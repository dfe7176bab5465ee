//! The image view: one transform between image and screen, tiled textures (so large images fit
//! the GPU's texture limits and a stroke re-uploads only the tiles it touched), the mask overlay,
//! zoom about the cursor, pan, and painting.

use egui::{Color32, ColorImage, Pos2, Rect, TextureHandle, TextureOptions, Vec2, pos2, vec2};

use crate::mask::Mask;
use crate::raster::{Layout, Raster, SampleFormat};

/// Side of an image texture tile.
pub const IMAGE_TILE: usize = 1024;
/// Side of a mask overlay tile (small, so a stroke re-uploads little).
pub const OVERLAY_TILE: usize = 512;

/// The view transform: `pos_in_screen = origin + pos_in_image · zoom`.
#[derive(Clone, Copy, Debug, PartialEq)]
pub struct View {
    /// Screen points per image pixel.
    pub zoom: f32,
    /// Screen position of the image's top-left corner.
    pub origin: Pos2,
    /// Fit the image to the canvas on the next frame.
    pub fit_pending: bool,
}

impl Default for View {
    fn default() -> Self {
        Self { zoom: 1.0, origin: Pos2::ZERO, fit_pending: true }
    }
}

impl View {
    #[must_use]
    pub fn screen_from_image(&self, pos_in_image: Pos2) -> Pos2 {
        self.origin + pos_in_image.to_vec2() * self.zoom
    }

    #[must_use]
    pub fn image_from_screen(&self, pos_in_screen: Pos2) -> Pos2 {
        ((pos_in_screen - self.origin) / self.zoom).to_pos2()
    }

    /// Fits an image of `size` into `rect`, centred.
    pub fn fit(&mut self, rect: Rect, size: Vec2) {
        self.zoom = (rect.width() / size.x).min(rect.height() / size.y).max(1e-3);
        self.origin = rect.center() - size * self.zoom / 2.0;
        self.fit_pending = false;
    }

    /// Zooms by `factor` keeping the image point under `anchor_in_screen` in place.
    pub fn zoom_about(&mut self, anchor_in_screen: Pos2, factor: f32) {
        let anchor_in_image = self.image_from_screen(anchor_in_screen);
        self.zoom = (self.zoom * factor).clamp(1.0 / 64.0, 128.0);
        self.origin = anchor_in_screen - anchor_in_image.to_vec2() * self.zoom;
    }
}

/// How samples map to display brightness: `(v − lo) · scale`, clamped to 0–255.
#[derive(Clone, Copy, Debug, PartialEq)]
pub struct Stretch {
    pub lo: f32,
    pub scale: f32,
}

impl Stretch {
    /// 8-bit shown as is; 16-bit, signed and float data stretched from the 0.1st to the 99.9th
    /// percentile of their finite samples (detector frames and elevation grids use a small part
    /// of their range). Only the display is stretched, never the data.
    #[must_use]
    pub fn of(r: &Raster) -> Self {
        if r.sample_format == SampleFormat::U8 {
            return Self { lo: 0.0, scale: 1.0 };
        }
        let colour = if r.layout.has_alpha() { r.channels() - 1 } else { r.channels() };
        let n = r.width * r.height;
        let step = (n * colour / 1_000_000).max(1);
        let mut sample: Vec<f32> =
            r.planes[..colour].iter().flat_map(|p| p.iter().step_by(step)).copied().filter(|v| v.is_finite()).collect();
        if sample.is_empty() {
            return Self { lo: 0.0, scale: 1.0 };
        }
        sample.sort_unstable_by(f32::total_cmp);
        let at = |q: f64| {
            #[allow(clippy::cast_possible_truncation, clippy::cast_sign_loss, clippy::cast_precision_loss)]
            let k = ((sample.len() - 1) as f64 * q).round() as usize;
            sample[k]
        };
        let (lo, hi) = (at(0.001), at(0.999));
        if lo < hi { Self { lo, scale: 255.0 / (hi - lo) } } else { Self { lo: lo - 1.0, scale: 127.0 } }
    }
}

/// The display colour of pixel `i` of `planes` laid out as `layout`.
#[must_use]
#[allow(clippy::cast_possible_truncation, clippy::cast_sign_loss)] // clamped to 0..=255 first
pub fn colour(planes: &[Vec<f32>], layout: Layout, s: Stretch, i: usize) -> Color32 {
    let c = |v: f32| -> u8 { if v.is_finite() { ((v - s.lo) * s.scale).round().clamp(0.0, 255.0) as u8 } else { 0 } };
    match layout {
        Layout::Gray | Layout::GrayAlpha => {
            let v = planes[0][i];
            if v.is_finite() {
                let g = c(v);
                Color32::from_rgb(g, g, g)
            } else {
                Color32::from_rgb(160, 0, 160) // not a number: shown in purple
            }
        }
        Layout::Rgb | Layout::Rgba => Color32::from_rgb(c(planes[0][i]), c(planes[1][i]), c(planes[2][i])),
    }
}

/// A set of texture tiles covering a `w × h` image.
pub struct Tiles {
    pub w: usize,
    pub h: usize,
    pub side: usize,
    pub handles: Vec<TextureHandle>,
    /// Whether each tile's texture belongs to this set (false: borrowed from the set it was
    /// [shared](Tiles::share) from, and replaced by its own texture on its first update).
    owned: Vec<bool>,
    name: String,
    ctx: egui::Context,
}

impl Tiles {
    /// Builds the tiles from a colour function of the pixel index (in parallel).
    pub fn new(
        ctx: &egui::Context,
        name: &str,
        w: usize,
        h: usize,
        side: usize,
        f: &(dyn Fn(usize) -> Color32 + Sync),
    ) -> Self {
        Self::from_images(ctx, name, w, h, side, tile_images(w, h, side, f))
    }

    /// Uploads tiles made by [`tile_images`] (which may run on another thread).
    pub fn from_images(
        ctx: &egui::Context,
        name: &str,
        w: usize,
        h: usize,
        side: usize,
        images: Vec<ColorImage>,
    ) -> Self {
        let handles = images
            .into_iter()
            .enumerate()
            .map(|(t, img)| ctx.load_texture(format!("{name}-{t}"), img, TextureOptions::NEAREST))
            .collect::<Vec<_>>();
        let owned = vec![true; handles.len()];
        Self { w, h, side, handles, owned, name: name.to_owned(), ctx: ctx.clone() }
    }

    /// A set showing the same picture as this one without copying it: its tiles borrow these
    /// textures until they are updated (a result that differs from the original only in a few
    /// places costs only those tiles).
    #[must_use]
    pub fn share(&self, name: &str) -> Self {
        Self {
            w: self.w,
            h: self.h,
            side: self.side,
            handles: self.handles.clone(),
            owned: vec![false; self.handles.len()],
            name: name.to_owned(),
            ctx: self.ctx.clone(),
        }
    }

    /// A set whose every tile shows one colour (all share a single 1×1 texture, stretched), to be
    /// replaced tile by tile with [`Tiles::set_tile`].
    #[must_use]
    pub fn uniform(ctx: &egui::Context, name: &str, w: usize, h: usize, side: usize, colour: Color32) -> Self {
        let blank =
            ctx.load_texture(format!("{name}-blank"), ColorImage::new([1, 1], vec![colour]), TextureOptions::NEAREST);
        let count = w.div_ceil(side) * h.div_ceil(side);
        Self {
            w,
            h,
            side,
            handles: vec![blank; count],
            owned: vec![false; count],
            name: name.to_owned(),
            ctx: ctx.clone(),
        }
    }

    /// Replaces tile `t` with `image` (a [`tile_images`]-sized picture of it).
    pub fn set_tile(&mut self, t: usize, image: ColorImage) {
        if self.owned[t] {
            self.handles[t].set(image, TextureOptions::NEAREST);
        } else {
            self.handles[t] = self.ctx.load_texture(format!("{}-{t}", self.name), image, TextureOptions::NEAREST);
            self.owned[t] = true;
        }
    }

    /// The pixel rectangle `(x0, y0, x1, y1)` (ends exclusive) of tile `t`.
    #[must_use]
    pub fn tile_rect(&self, t: usize) -> (usize, usize, usize, usize) {
        let tx = self.w.div_ceil(self.side);
        let (x0, y0) = ((t % tx) * self.side, (t / tx) * self.side);
        (x0, y0, (x0 + self.side).min(self.w), (y0 + self.side).min(self.h))
    }

    /// Re-uploads the tiles that hold any pixel of the rectangle `(x0, y0)–(x1, y1)` (exclusive).
    pub fn update_rect(&mut self, x0: usize, y0: usize, x1: usize, y1: usize, f: &(dyn Fn(usize) -> Color32 + Sync)) {
        let tx = self.w.div_ceil(self.side);
        let (cx0, cy0) = (x0 / self.side, y0 / self.side);
        let (cx1, cy1) = ((x1.max(x0 + 1) - 1) / self.side, (y1.max(y0 + 1) - 1) / self.side);
        for cy in cy0..=cy1 {
            for cx in cx0..=cx1 {
                let t = cy * tx + cx;
                let Some(h) = self.handles.get_mut(t) else { continue };
                if self.owned[t] {
                    // Only the part of the tile inside the rectangle.
                    let (tx0, ty0) = (cx * self.side, cy * self.side);
                    let (ax, ay) = (x0.max(tx0), y0.max(ty0));
                    let (bx, by) = (x1.min(tx0 + self.side).min(self.w), y1.min(ty0 + self.side).min(self.h));
                    if ax >= bx || ay >= by {
                        continue;
                    }
                    let mut pixels = Vec::with_capacity((bx - ax) * (by - ay));
                    for y in ay..by {
                        pixels.extend((ax..bx).map(|x| f(y * self.w + x)));
                    }
                    let part = ColorImage::new([bx - ax, by - ay], pixels);
                    h.set_partial([ax - tx0, ay - ty0], part, TextureOptions::NEAREST);
                } else {
                    let image = tile_image(self.w, self.h, self.side, t, f);
                    *h = self.ctx.load_texture(format!("{}-{t}", self.name), image, TextureOptions::NEAREST);
                    self.owned[t] = true;
                }
            }
        }
    }

    /// Paints the tiles for `view`, clipped to `clip`.
    pub fn paint(&self, painter: &egui::Painter, view: &View, clip: Rect, tint: Color32) {
        let tx = self.w.div_ceil(self.side);
        let painter = painter.with_clip_rect(clip);
        for (t, h) in self.handles.iter().enumerate() {
            let (x0, y0) = ((t % tx) * self.side, (t / tx) * self.side);
            let (x1, y1) = ((x0 + self.side).min(self.w), (y0 + self.side).min(self.h));
            #[allow(clippy::cast_precision_loss)]
            let rect = Rect::from_min_max(
                view.screen_from_image(pos2(x0 as f32, y0 as f32)),
                view.screen_from_image(pos2(x1 as f32, y1 as f32)),
            );
            if rect.intersects(clip) {
                painter.image(h.id(), rect, Rect::from_min_max(Pos2::ZERO, pos2(1.0, 1.0)), tint);
            }
        }
    }
}

/// The images of every tile of a `w × h` picture, made in parallel.
pub fn tile_images(w: usize, h: usize, side: usize, f: &(dyn Fn(usize) -> Color32 + Sync)) -> Vec<ColorImage> {
    use rayon::prelude::*;
    let count = w.div_ceil(side) * h.div_ceil(side);
    (0..count).into_par_iter().map(|t| tile_image(w, h, side, t, f)).collect()
}

/// The image of tile `t` of a `w × h` picture cut in `side × side` tiles.
pub fn tile_image(w: usize, h: usize, side: usize, t: usize, f: &(dyn Fn(usize) -> Color32 + Sync)) -> ColorImage {
    let tx = w.div_ceil(side);
    let (x0, y0) = ((t % tx) * side, (t / tx) * side);
    let (x1, y1) = ((x0 + side).min(w), (y0 + side).min(h));
    let mut pixels = Vec::with_capacity((x1 - x0) * (y1 - y0));
    for y in y0..y1 {
        for x in x0..x1 {
            pixels.push(f(y * w + x));
        }
    }
    ColorImage::new([x1 - x0, y1 - y0], pixels)
}

/// The overlay colour of a mask pixel: the whole mask, or (`outline`) only its edge pixels, the
/// masked pixels next to a known one or to the image edge, drawn opaque.
#[must_use]
pub fn mark(mask: &Mask, colour: Color32, outline: bool, i: usize) -> Color32 {
    if !outline {
        return overlay(mask, colour, i);
    }
    let bits = mask.bits();
    if !bits[i] {
        return Color32::TRANSPARENT;
    }
    let (w, h) = (mask.width(), mask.height());
    let (x, y) = (i % w, i / w);
    let edge =
        x == 0 || y == 0 || x + 1 == w || y + 1 == h || !bits[i - 1] || !bits[i + 1] || !bits[i - w] || !bits[i + w];
    if edge {
        let [r, g, b, _] = colour.to_srgba_unmultiplied();
        Color32::from_rgb(r, g, b)
    } else {
        Color32::TRANSPARENT
    }
}

/// The overlay colour of a mask pixel.
#[must_use]
pub fn overlay(mask: &Mask, colour: Color32, i: usize) -> Color32 {
    if mask.bits()[i] { colour } else { Color32::TRANSPARENT }
}

/// Marks (or clears) a disk of `radius` pixels around `centre` (image coordinates); calls `before`
/// with each pixel about to change. Returns the changed rectangle.
pub fn stamp(
    mask: &mut Mask,
    centre: Pos2,
    radius: f32,
    value: bool,
    before: &mut dyn FnMut(&Mask, usize, usize),
) -> Option<(usize, usize, usize, usize)> {
    let (w, h) = (mask.width(), mask.height());
    #[allow(clippy::cast_possible_truncation, clippy::cast_sign_loss, clippy::cast_precision_loss)]
    let (x0, y0, x1, y1) = (
        (centre.x - radius).floor().max(0.0) as usize,
        (centre.y - radius).floor().max(0.0) as usize,
        ((centre.x + radius).ceil().max(0.0) as usize).min(w),
        ((centre.y + radius).ceil().max(0.0) as usize).min(h),
    );
    if x0 >= x1 || y0 >= y1 {
        return None;
    }
    let r2 = radius * radius;
    let mut changed = false;
    for y in y0..y1 {
        for x in x0..x1 {
            #[allow(clippy::cast_precision_loss)]
            let d = vec2(x as f32 + 0.5 - centre.x, y as f32 + 0.5 - centre.y);
            if d.length_sq() <= r2 && mask.get(x, y) != value {
                before(mask, x, y);
                mask.set(x, y, value);
                changed = true;
            }
        }
    }
    changed.then_some((x0, y0, x1, y1))
}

**********

**What to work on**
Within the entries, how many lines contain the word "every"? Answer with a number alone.

**Result**
2